One of my vices is a predilection for shitty cereal. Most mornings I start the day with a bowl Cheerios or whatnot, but every other month I splurge on a box of some sugary abomination and then proceed to demolish it over the next three days or so. I feel like I owe it to my ten year-old self, who promised he would do exactly this when he became an adult.
I am not a connoisseur, however, so I always buy the store-brand knockoff cereal instead of the original. Froot Hoops. Honey Snacks. Earl Chocola. Fortunate Tchotchkes.
This week I picked up a Cap’n Crunch clone called “Berry Crackles,” complete with the obligatory cartoon animal mascot.
Except the longer I looked at Crackles the Squirrel, the more I became convinced that he was actually a Surgeon General mandated warning, illustrating what will happen to your children if they eat this stuff.
The only thing missing was some accompanying text.

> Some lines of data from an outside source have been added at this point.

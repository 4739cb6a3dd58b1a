"""The table view's one metres <-> pixels transform (pure arithmetic, no pygame)."""

from __future__ import annotations

import math

import numpy as np
import pytest
from hypothesis import given, settings
from hypothesis import strategies as st

from shotplan.view.transform import Transform, to_diamonds

finite = st.floats(min_value=-5.0, max_value=5.0, allow_nan=False, allow_infinity=False)


@st.composite
def fits(draw):
    x0 = draw(st.floats(-1.0, 1.0))
    y0 = draw(st.floats(-1.0, 1.0))
    w = draw(st.floats(0.05, 5.0))
    h = draw(st.floats(0.05, 5.0))
    vp = (draw(st.integers(0, 400)), draw(st.integers(0, 300)),
          draw(st.integers(60, 2000)), draw(st.integers(60, 1500)))
    margin = draw(st.floats(0.0, 30.0))
    return Transform.fit((x0, y0, x0 + w, y0 + h), vp, margin), (x0, y0, x0 + w, y0 + h), vp, margin


@settings(max_examples=200, deadline=None)
@given(fits(), finite, finite)
def test_round_trip_table_screen_table(fit, x, y):
    t, *_ = fit
    bx, by = t.to_table(*t.to_screen(x, y))
    # Round-off only: a few ulps of the values involved.
    assert bx == pytest.approx(x, abs=1e-9) and by == pytest.approx(y, abs=1e-9)


@settings(max_examples=200, deadline=None)
@given(fits(), st.floats(-3000, 3000), st.floats(-3000, 3000))
def test_round_trip_screen_table_screen(fit, px, py):
    t, *_ = fit
    sx, sy = t.to_screen(*t.to_table(px, py))
    assert sx == pytest.approx(px, abs=1e-6) and sy == pytest.approx(py, abs=1e-6)


@settings(max_examples=100, deadline=None)
@given(fits(), finite, finite, finite, finite)
def test_pixels_are_square(fit, x0, y0, x1, y1):
    # A length on the table maps to the same number of pixels in any
    # direction (common practice, no source: a to-scale drawing has one scale).
    t, *_ = fit
    a, b = t.to_screen(x0, y0), t.to_screen(x1, y1)
    assert math.dist(a, b) == pytest.approx(t.scale * math.dist((x0, y0), (x1, y1)),
                                            rel=1e-9, abs=1e-9)


@settings(max_examples=200, deadline=None)
@given(fits())
def test_fit_keeps_bounds_inside_the_viewport_and_centred(fit):
    t, (x0, y0, x1, y1), (left, top, w, h), margin = fit
    m = min(margin, 0.25 * w, 0.25 * h)
    (sx0, sy0), (sx1, sy1) = t.to_screen(x0, y1), t.to_screen(x1, y0)
    eps = 1e-6
    assert sx0 >= left + m - eps and sx1 <= left + w - m + eps
    assert sy0 >= top + m - eps and sy1 <= top + h - m + eps
    # Touches the margin on at least one axis (the largest that fits) ...
    assert min(abs(sx0 - (left + m)), abs(sy0 - (top + m))) < 1e-6
    # ... and is centred on both.
    assert (sx0 + sx1) / 2 == pytest.approx(left + w / 2, abs=1e-6)
    assert (sy0 + sy1) / 2 == pytest.approx(top + h / 2, abs=1e-6)


def test_hand_worked_fit():
    # A 2 m x 1 m rectangle in a 420 x 220 px viewport with 10 px margins:
    # min(400 / 2, 200 / 1) = 200 px/m; the drawing is 400 x 200 px, so it
    # starts at (10, 10); table y grows upward, so y = 0 is the bottom edge
    # at 10 + 200 = 210 px (worked by hand).
    t = Transform.fit((0.0, 0.0, 2.0, 1.0), (0, 0, 420, 220), margin_px=10)
    assert t.scale == pytest.approx(200.0)
    assert t.to_screen(0.0, 0.0) == pytest.approx((10.0, 210.0))
    assert t.to_screen(2.0, 1.0) == pytest.approx((410.0, 10.0))
    assert t.to_table(210.0, 110.0) == pytest.approx((1.0, 0.5))
    assert t.px(0.05) == pytest.approx(10.0) and t.metres(10.0) == pytest.approx(0.05)
    assert t.screen_rect() == (10, 10, 400, 200)
    assert t.contains(100, 100) and not t.contains(5, 100)


def test_head_end_left_and_the_left_rail_up():
    # Seen from the head end (the frame of shotplan/table.py's docstring), +x runs toward the foot and
    # +y toward the left: on screen the foot is to the right and the left rail
    # at the top.
    t = Transform.fit((0.0, 0.0, 2.54, 1.27), (0, 0, 1000, 600))
    head, foot = t.to_screen(0.0, 0.6), t.to_screen(2.54, 0.6)
    right_rail, left_rail = t.to_screen(1.0, 0.0), t.to_screen(1.0, 1.27)
    assert foot[0] > head[0]
    assert left_rail[1] < right_rail[1]


def test_arrays_match_points():
    t = Transform.fit((-0.2, -0.2, 2.74, 1.47), (0, 44, 930, 682), margin_px=14)
    pts = np.array([[0.0, 0.0], [1.27, 0.635], [2.54, 1.27]])
    scr = t.to_screen_array(pts)
    for p, s in zip(pts, scr, strict=True):
        assert tuple(s) == pytest.approx(t.to_screen(*p))
    np.testing.assert_allclose(t.to_table_array(scr), pts, atol=1e-12)


def test_fit_refuses_empty_bounds():
    with pytest.raises(ValueError, match="xmax > xmin"):
        Transform.fit((0.0, 0.0, 0.0, 1.0), (0, 0, 100, 100))


@pytest.mark.parametrize("point, expected", [
    # The trade counts 8 diamonds along a long rail and 4 across a short one:
    # the centre spot is 4 along and 2 across, the foot spot 6 along (it is
    # L/4 from the foot cushion), a corner 0 and 0 (WPA table specifications
    # place the sights at L/8 and W/4 spacings).
    ((1.27, 0.635), (4.0, 2.0)),
    ((1.905, 0.635), (6.0, 2.0)),
    ((0.0, 0.0), (0.0, 0.0)),
    ((2.54, 1.27), (8.0, 4.0)),
])
def test_diamonds(point, expected):
    assert to_diamonds(*point, 2.54, 1.27) == pytest.approx(expected)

Warning: Berry Crackles contains more sugar than the island of Cuba, and should not be taken internal by persons under 14 or above 10 years of age. Consumption may result in clenched teeth, asymmetrically bulging eyes, dialted pupils, double vision, accelerated fur- and tail-growth, and sucrose-fueled hyperactivity. In case of accidental ingestion, induce vomiting and place child in front of "Antiques Roadshow" until sedated.